If physical therapy fails options include manipulation under anaesthesia (MUA), arthroscopic lysis of adhesions and open lysis of adhesions. Although MUA and surgery can be successful, the resulting increase in inflammation may cause scar tissue to rapidly return and symptoms can worsen.

Pharmacological interventions such as anti-inflammatory medications and supplements are increasingly used to treat arthrofibrosis. Biologics that reduce the signalling of the major inflammatory cytokines TNF-α (Simponi, Humira) and IL-1β (anakinra) are promising treatments. Consultation with a rheumatologist can help to determine appropriate medications.

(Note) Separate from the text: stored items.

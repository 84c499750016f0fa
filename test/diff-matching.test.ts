// matchOneToOne / hungarian: checked against brute force over every partial one-to-one matching on small cases,
// and the assignment step against scipy.optimize.linear_sum_assignment (SciPy, run live in python3).
import { spawnSync } from 'node:child_process';
import { describe, expect, it } from 'vitest';
import { hungarian, matchOneToOne, type CandidatePairs } from '../src/landscape/matching.js';
import { seededUniform } from '../src/demo/prng.js';

/** Best (most pairs, then least total cost) over every set of disjoint candidate pairs, by exhaustive search. */
function bruteForce(nA: number, nB: number, cost: number[][]): { count: number; total: number } {
  let best = { count: 0, total: 0 };
  const usedB = new Array<boolean>(nB).fill(false);
  const visit = (a: number, count: number, total: number): void => {
    if (a === nA) {
      if (count > best.count || (count === best.count && total < best.total - 1e-12)) best = { count, total };
      return;
    }
    visit(a + 1, count, total); // a stays unmatched
    for (let b = 0; b < nB; b++) {
      if (usedB[b] || !Number.isFinite(cost[a][b])) continue;
      usedB[b] = true;
      visit(a + 1, count + 1, total + cost[a][b]);
      usedB[b] = false;
    }
  };
  visit(0, 0, 0);
  return best;
}

function randomCase(r: () => number, nA: number, nB: number, density: number): { cost: number[][]; pairs: CandidatePairs } {
  const cost: number[][] = [];
  const a: number[] = [];
  const b: number[] = [];
  const c: number[] = [];
  for (let i = 0; i < nA; i++) {
    cost.push([]);
    for (let j = 0; j < nB; j++) {
      if (r() < density) {
        const v = Math.round(r() * 1000) / 10000; // EMD-like values 0–0.1 Å, ties possible
        cost[i].push(v);
        a.push(i); b.push(j); c.push(v);
      } else cost[i].push(Infinity);
    }
  }
  return { cost, pairs: { a: Int32Array.from(a), b: Int32Array.from(b), cost: Float64Array.from(c) } };
}

describe('matchOneToOne', () => {
  it('equals the brute-force optimum (most pairs, then least total EMD) on 600 small random cases', () => {
    const r = seededUniform(2024);
    for (let t = 0; t < 600; t++) {
      const nA = 1 + Math.floor(r() * 6);
      const nB = 1 + Math.floor(r() * 6);
      const { cost, pairs } = randomCase(r, nA, nB, 0.2 + 0.6 * r());
      const got = matchOneToOne(nA, nB, pairs);
      const want = bruteForce(nA, nB, cost);
      expect(got.pairs.length).toBe(want.count);
      expect(Math.abs(got.totalCost - want.total)).toBeLessThan(1e-12);
      // one-to-one, only candidate pairs, partner arrays consistent
      for (const p of got.pairs) {
        expect(cost[p.a][p.b]).toBe(p.cost);
        expect(got.partnerOfA[p.a]).toBe(p.b);
        expect(got.partnerOfB[p.b]).toBe(p.a);
      }
      expect(new Set(got.pairs.map((p) => p.b)).size).toBe(got.pairs.length);
      expect([...got.partnerOfA].filter((x) => x >= 0).length).toBe(want.count);
    }
  });

  it('prefers two pairs over one cheaper pair, and the cheaper of two crossings', () => {
    // A0–B0 0.01 alone would be cheapest, but A0–B1 + A1–B0 matches both.
    const two = matchOneToOne(2, 2, { a: Int32Array.of(0, 0, 1), b: Int32Array.of(0, 1, 0), cost: Float64Array.of(0.01, 0.05, 0.06) });
    expect(two.pairs).toEqual([{ a: 0, b: 1, cost: 0.05 }, { a: 1, b: 0, cost: 0.06 }]);
    const cross = matchOneToOne(2, 2, {
      a: Int32Array.of(0, 0, 1, 1), b: Int32Array.of(0, 1, 0, 1), cost: Float64Array.of(0.02, 0.01, 0.01, 0.03),
    });
    expect(cross.totalCost).toBeCloseTo(0.02, 15);
    expect(cross.pairs.map((p) => [p.a, p.b])).toEqual([[0, 1], [1, 0]]);
  });

  it('leaves structures without candidate pairs unmatched and refuses bad pairs clearly', () => {
    const m = matchOneToOne(3, 2, { a: Int32Array.of(1), b: Int32Array.of(1), cost: Float64Array.of(0.02) });
    expect([...m.partnerOfA]).toEqual([-1, 1, -1]);
    expect([...m.partnerOfB]).toEqual([-1, 1]);
    expect(() => matchOneToOne(1, 1, { a: Int32Array.of(0), b: Int32Array.of(2), cost: Float64Array.of(0) })).toThrow(/outside 1 × 1/);
    expect(() => matchOneToOne(1, 1, { a: Int32Array.of(0), b: Int32Array.of(0), cost: Float64Array.of(NaN) })).toThrow(/finite and non-negative/);
  });
});

describe('hungarian', () => {
  it('finds the same optimal total as scipy.optimize.linear_sum_assignment on random rectangular matrices', () => {
    const r = seededUniform(99);
    const cases: Array<{ rows: number; cols: number; cost: number[] }> = [];
    for (let t = 0; t < 40; t++) {
      const rows = 1 + Math.floor(r() * 12);
      const cols = rows + Math.floor(r() * 5);
      cases.push({ rows, cols, cost: Array.from({ length: rows * cols }, () => r() * 10 - 3) });
    }
    const script = [
      'import json, sys, numpy as np',
      'from scipy.optimize import linear_sum_assignment',
      'out = []',
      'for c in json.load(sys.stdin):',
      '    m = np.array(c["cost"]).reshape(c["rows"], c["cols"])',
      '    r, k = linear_sum_assignment(m)',
      '    out.append(float(m[r, k].sum()))',
      'print(json.dumps(out))',
    ].join('\n');
    const py = spawnSync('python3', ['-c', script], { input: JSON.stringify(cases), encoding: 'utf8' });
    if (py.status !== 0) throw new Error(`python3 with scipy is needed for this check: ${py.stderr || py.error}`);
    const totals = JSON.parse(py.stdout) as number[];
    cases.forEach((c, t) => {
      const assign = hungarian(Float64Array.from(c.cost), c.rows, c.cols);
      expect(new Set(assign).size).toBe(c.rows);
      let total = 0;
      for (let i = 0; i < c.rows; i++) total += c.cost[i * c.cols + assign[i]];
      expect(Math.abs(total - totals[t])).toBeLessThan(1e-9);
    });
  });
});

== After knee replacement ==
Arthrofibrosis can occur after total knee replacement or partial knee replacement, when excessive scar tissue (collagen fibril) deposition occurs in and around the knee. This can be accompanied by shortening of the patellar tendon (patella baja/infera) which can also contribute to limited flexion. The rates of AF after TKA vary widely in the literature as there is no standard definition. One study's definition is a total range of motion (ROM) <90 degrees constitutes AF, another definition is flexion contracture >10 degrees, or inability to flex the knee >100 degrees. AF is a diagnosis of exclusion; before making a final diagnosis of arthrofibrosis, other causes of stiffness following knee replacement should be excluded (ex: infection, malposition of the implants, or mechanical block to motion).

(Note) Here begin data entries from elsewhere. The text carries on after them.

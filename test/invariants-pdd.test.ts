// PDD and AMD on sets whose answers are known from outside this code: lattice shell counts (OEIS),
// a homometric pair, and hand-computed rows. PDD: "Resolving the data ambiguity for periodic
// crystals", NeurIPS 2022; AMD: "Average minimum distances of periodic point sets", MATCH Commun.
// Math. Comput. Chem. 2022.
import { describe, expect, it } from 'vitest';
import fc from 'fast-check';
import type { Pdd } from '../src/types.js';
import { collapseRows, pdd } from '../src/invariants/pdd.js';
import { amd } from '../src/invariants/amd.js';
import { emd } from '../src/metric/emd.js';
import { bccConventional, bccPrimitive, cubicLattice, fccConventional, fccPrimitive, makeSet, P21C_OPS, expandOperations, monoclinicBasis } from './helpers/periodic-sets.js';

/** Number of integer vectors (x, y, z), |x|,|y|,|z| <= 6, with a predicate and squared norm n. */
function countVectors(n: number, keep: (x: number, y: number, z: number) => boolean): number {
  let count = 0;
  for (let x = -6; x <= 6; x++) for (let y = -6; y <= 6; y++) for (let z = -6; z <= 6; z++) if (x * x + y * y + z * z === n && keep(x, y, z)) count++;
  return count;
}

/** The row a lattice must have: each shell distance repeated by its count. */
function shellRow(shells: Array<[number, number]>): number[] {
  const row: number[] = [];
  for (const [dist, count] of shells) for (let i = 0; i < count; i++) row.push(dist);
  return row;
}

function expectSingleRow(p: Pdd, expected: number[]): void {
  expect(p.k).toBe(expected.length);
  expect(p.weights.length).toBe(1);
  expect(p.weights[0]).toBeCloseTo(1, 14);
  for (let j = 0; j < expected.length; j++) expect(Math.abs(p.rows[j] - expected[j])).toBeLessThan(1e-12);
  const a = amd(p);
  for (let j = 0; j < expected.length; j++) expect(Math.abs(a[j] - expected[j])).toBeLessThan(1e-12);
}

describe('PDD and AMD of cubic lattices (shell counts)', () => {
  it('simple cubic, a = 1: 1 (x6), √2 (x12), √3 (x8), 2 (x6), √5 (x24), √6 (x24), √8 (x12) (OEIS A005875; terms from memory, confirmed by direct count)', () => {
    // A005875: number of ways to write n as a sum of 3 squares: 1, 6, 12, 8, 6, 24, 24, 0, 12, ...
    const a005875 = [1, 6, 12, 8, 6, 24, 24, 0, 12];
    for (let n = 0; n < a005875.length; n++) expect(countVectors(n, () => true)).toBe(a005875[n]);
    const shells: Array<[number, number]> = [];
    for (let n = 1; n <= 8; n++) if (a005875[n] > 0) shells.push([Math.sqrt(n), a005875[n]]);
    const row = shellRow(shells);
    expect(row.length).toBe(92);
    expectSingleRow(pdd(cubicLattice(1), row.length), row);
  });

  it('face-centred cubic, cube edge a: a/√2 (x12), a (x6), a·√(3/2) (x24), a·√2 (x12), a·√(5/2) (x24), a·√3 (x8) (OEIS A004015; from memory, confirmed by direct count)', () => {
    // fcc points are (a/2)(x, y, z) with x + y + z even; A004015 lists the counts at squared norms 2, 4, 6, ... (units (a/2)^2).
    const a004015 = [12, 6, 24, 12, 24, 8];
    const even = (x: number, y: number, z: number) => (((x + y + z) % 2) + 2) % 2 === 0;
    for (let i = 0; i < a004015.length; i++) expect(countVectors(2 * (i + 1), even)).toBe(a004015[i]);
    const a = 3.7;
    const row = shellRow(a004015.map((c, i) => [(a / 2) * Math.sqrt(2 * (i + 1)), c]));
    expectSingleRow(pdd(fccPrimitive(a), row.length), row);
    expectSingleRow(pdd(fccConventional(a), row.length), row);
  });

  it('body-centred cubic, cube edge a: a·√3/2 (x8), a (x6), a·√2 (x12), a·√11/2 (x24), a·√3 (x8), 2a (x6) (from memory, confirmed by direct count)', () => {
    // bcc points are (a/2)(x, y, z) with x, y, z all even or all odd.
    const sameParity = (x: number, y: number, z: number) => (((x % 2) + 2) % 2) === (((y % 2) + 2) % 2) && (((y % 2) + 2) % 2) === (((z % 2) + 2) % 2);
    const listed: Array<[number, number]> = [[3, 8], [4, 6], [8, 12], [11, 24], [12, 8], [16, 6]];
    // No other squared norm below 16 occurs.
    for (let n = 1; n <= 16; n++) {
      const entry = listed.find(([m]) => m === n);
      expect(countVectors(n, sameParity)).toBe(entry ? entry[1] : 0);
    }
    const a = 2.9;
    const row = shellRow(listed.map(([n, c]) => [(a / 2) * Math.sqrt(n), c]));
    expectSingleRow(pdd(bccPrimitive(a), row.length), row);
    expectSingleRow(pdd(bccConventional(a), row.length), row);
  });
});

describe('a homometric pair in one dimension', () => {
  // S(r) = {0, 1+r, 3+r, 4} and Q(r) = {0, 3+r, 4, 5+r} with period 8, 0 < r < 1: same multiset of
  // inter-point distances, different PDDs (a fact of the trade: PDD is stronger than the pair-distance distribution).
  const S = (r: number) => makeSet(1, [8], [0, 1 + r, 3 + r, 4]);
  const Q = (r: number) => makeSet(1, [8], [0, 3 + r, 4, 5 + r]);

  /** All distances from every motif point to every other point of the infinite set within `cutoff`, sorted. */
  function pairDistances(points: number[], period: number, cutoff: number): number[] {
    const out: number[] = [];
    for (let i = 0; i < points.length; i++) {
      for (let j = 0; j < points.length; j++) {
        for (let t = -Math.ceil(cutoff / period) - 1; t <= Math.ceil(cutoff / period) + 1; t++) {
          if (i === j && t === 0) continue;
          const d = Math.abs(points[j] + t * period - points[i]);
          if (d <= cutoff) out.push(d);
        }
      }
    }
    return out.sort((a, b) => a - b);
  }

  it('has equal multisets of inter-point distances and PDDs that differ in the first column', () => {
    fc.assert(
      fc.property(fc.double({ min: 0.01, max: 0.99, noNaN: true }), (r) => {
        const ds = pairDistances([0, 1 + r, 3 + r, 4], 8, 40);
        const dq = pairDistances([0, 3 + r, 4, 5 + r], 8, 40);
        expect(ds.length).toBe(dq.length);
        for (let i = 0; i < ds.length; i++) expect(Math.abs(ds[i] - dq[i])).toBeLessThan(1e-12);
        const ps = pdd(S(r), 4);
        const pq = pdd(Q(r), 4);
        // First-neighbour column by hand: S gives {1-r, 1-r, 1+r, 1+r}, Q gives {1-r, 1-r, 1+r, 3-r}.
        const col = (p: Pdd) => {
          const out: number[] = [];
          for (let i = 0; i < p.weights.length; i++) for (let c = 0; c < Math.round(p.weights[i] * 4); c++) out.push(p.rows[i * p.k]);
          return out.sort((a, b) => a - b);
        };
        const cs = col(ps);
        const cq = col(pq);
        const es = [1 - r, 1 - r, 1 + r, 1 + r].sort((a, b) => a - b);
        const eq = [1 - r, 1 - r, 1 + r, 3 - r].sort((a, b) => a - b);
        for (let i = 0; i < 4; i++) {
          expect(cs[i]).toBeCloseTo(es[i], 12);
          expect(cq[i]).toBeCloseTo(eq[i], 12);
        }
        // AMD_1 differs by (1 - r)/2 (by hand from the columns above), a lower bound on the EMD.
        expect(Math.abs(amd(ps)[0] - amd(pq)[0])).toBeCloseTo((1 - r) / 2, 12);
        expect(emd(ps, pq)).toBeGreaterThanOrEqual((1 - r) / 2 - 1e-12);
      }),
      { numRuns: 100 },
    );
  });
});

describe('PDD rows and weights', () => {
  it('weights rows by multiplicity when only the asymmetric unit is queried, and equals the P1 computation', () => {
    const basis = monoclinicBasis(7.1, 5.3, 9.4, 103);
    // Two general positions and one on the inversion centre at the origin (multiplicity 2 in P2_1/c).
    const sym = expandOperations(basis, [0.11, 0.23, 0.37, 0.41, 0.07, 0.19, 0, 0, 0], P21C_OPS);
    expect(Array.from(sym.multiplicity)).toEqual([4, 4, 2]);
    const p1 = { ...sym, asym: Int32Array.from({ length: 10 }, (_, i) => i), multiplicity: new Int32Array(10).fill(1) };
    const a = pdd(sym, 20);
    const b = pdd(p1, 20);
    expect(a.weights.length).toBe(3);
    expect(b.weights.length).toBe(3);
    for (let i = 0; i < 3; i++) expect(a.weights[i]).toBeCloseTo(b.weights[i], 14);
    expect(Array.from(a.weights).sort()).toEqual([0.2, 0.4, 0.4]);
    expect(a.rows.length).toBe(b.rows.length);
    for (let i = 0; i < a.rows.length; i++) expect(Math.abs(a.rows[i] - b.rows[i])).toBeLessThan(1e-12);
    let sum = 0;
    for (const w of a.weights) sum += w;
    expect(sum).toBeCloseTo(1, 14);
  });

  it('sorts rows lexicographically and merges rows equal within the tolerance, adding weights', () => {
    const rows = Float64Array.from([2, 3, 1, 5, 1, 4, 2, 3 + 1e-12, 1, 5 - 2e-9]);
    const weights = Float64Array.from([0.1, 0.2, 0.3, 0.15, 0.25]);
    const p = collapseRows(rows, weights, 2, 1e-8);
    expect(Array.from(p.rows)).toEqual([1, 4, 1, 5 - 2e-9, 2, 3]);
    expect(p.weights[0]).toBeCloseTo(0.3, 15);
    expect(p.weights[1]).toBeCloseTo(0.45, 15);
    expect(p.weights[2]).toBeCloseTo(0.25, 15);
    // Rows equal up to rounding that the sort separates are still merged.
    const split = collapseRows(Float64Array.from([1, 9, 1 + 1e-13, 5, 1 + 2e-13, 9]), Float64Array.from([0.25, 0.5, 0.25]), 2, 1e-8);
    expect(split.weights.length).toBe(2);
    expect(Array.from(split.weights).sort()).toEqual([0.5, 0.5]);
  });

  it('keeps rows farther apart than the tolerance separate', () => {
    const p = collapseRows(Float64Array.from([1, 2, 1, 2 + 1e-7]), Float64Array.from([0.5, 0.5]), 2, 1e-8);
    expect(p.weights.length).toBe(2);
  });

  it('refuses multiplicities that do not add up to the motif size', () => {
    const set = { ...makeSet(1, [4], [0, 1]), asym: Int32Array.from([0]), multiplicity: Int32Array.from([1]) };
    expect(() => pdd(set, 2)).toThrow(/add up to 1 but the motif has 2/);
  });
});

In the case of AF after total knee arthroplasty (TKA) management traditionally consisted of aggressive physical therapy, and in the case that failed, manipulation under anesthesia (MUA). As discussed above, aggressive exercise is now avoided. The rates of MUA after TKA vary widely. There are several reasons for this: there is no definite consensus to when a MUA is required (different surgeons follow different indications), there is no standardized definition of arthrofibrosis (see above), and MUA is not always a reliable treatment. MUAs can lead to adverse outcomes, including fractures, rupture of tendons, damage to the prosthesis, heterotrophic ossification, muscle tears and bleeding and the return of scar tissue. For these reasons treatment patterns vary widely. MUA after TKA is more likely to be to be successful if performed in the first 8–12 weeks after surgery. After 12 weeks manipulation is much less likely to have an acceptable outcome.

If the fibrosis is chronic (more than 12 weeks) there is a decreased likelihood of success with MUA, and open lysis of adhesions is sometime performed. However, this carries with it the attendant risks of another open procedure (i.e., infection, blood clots, blood loss, etc.) and the return of scar tissue.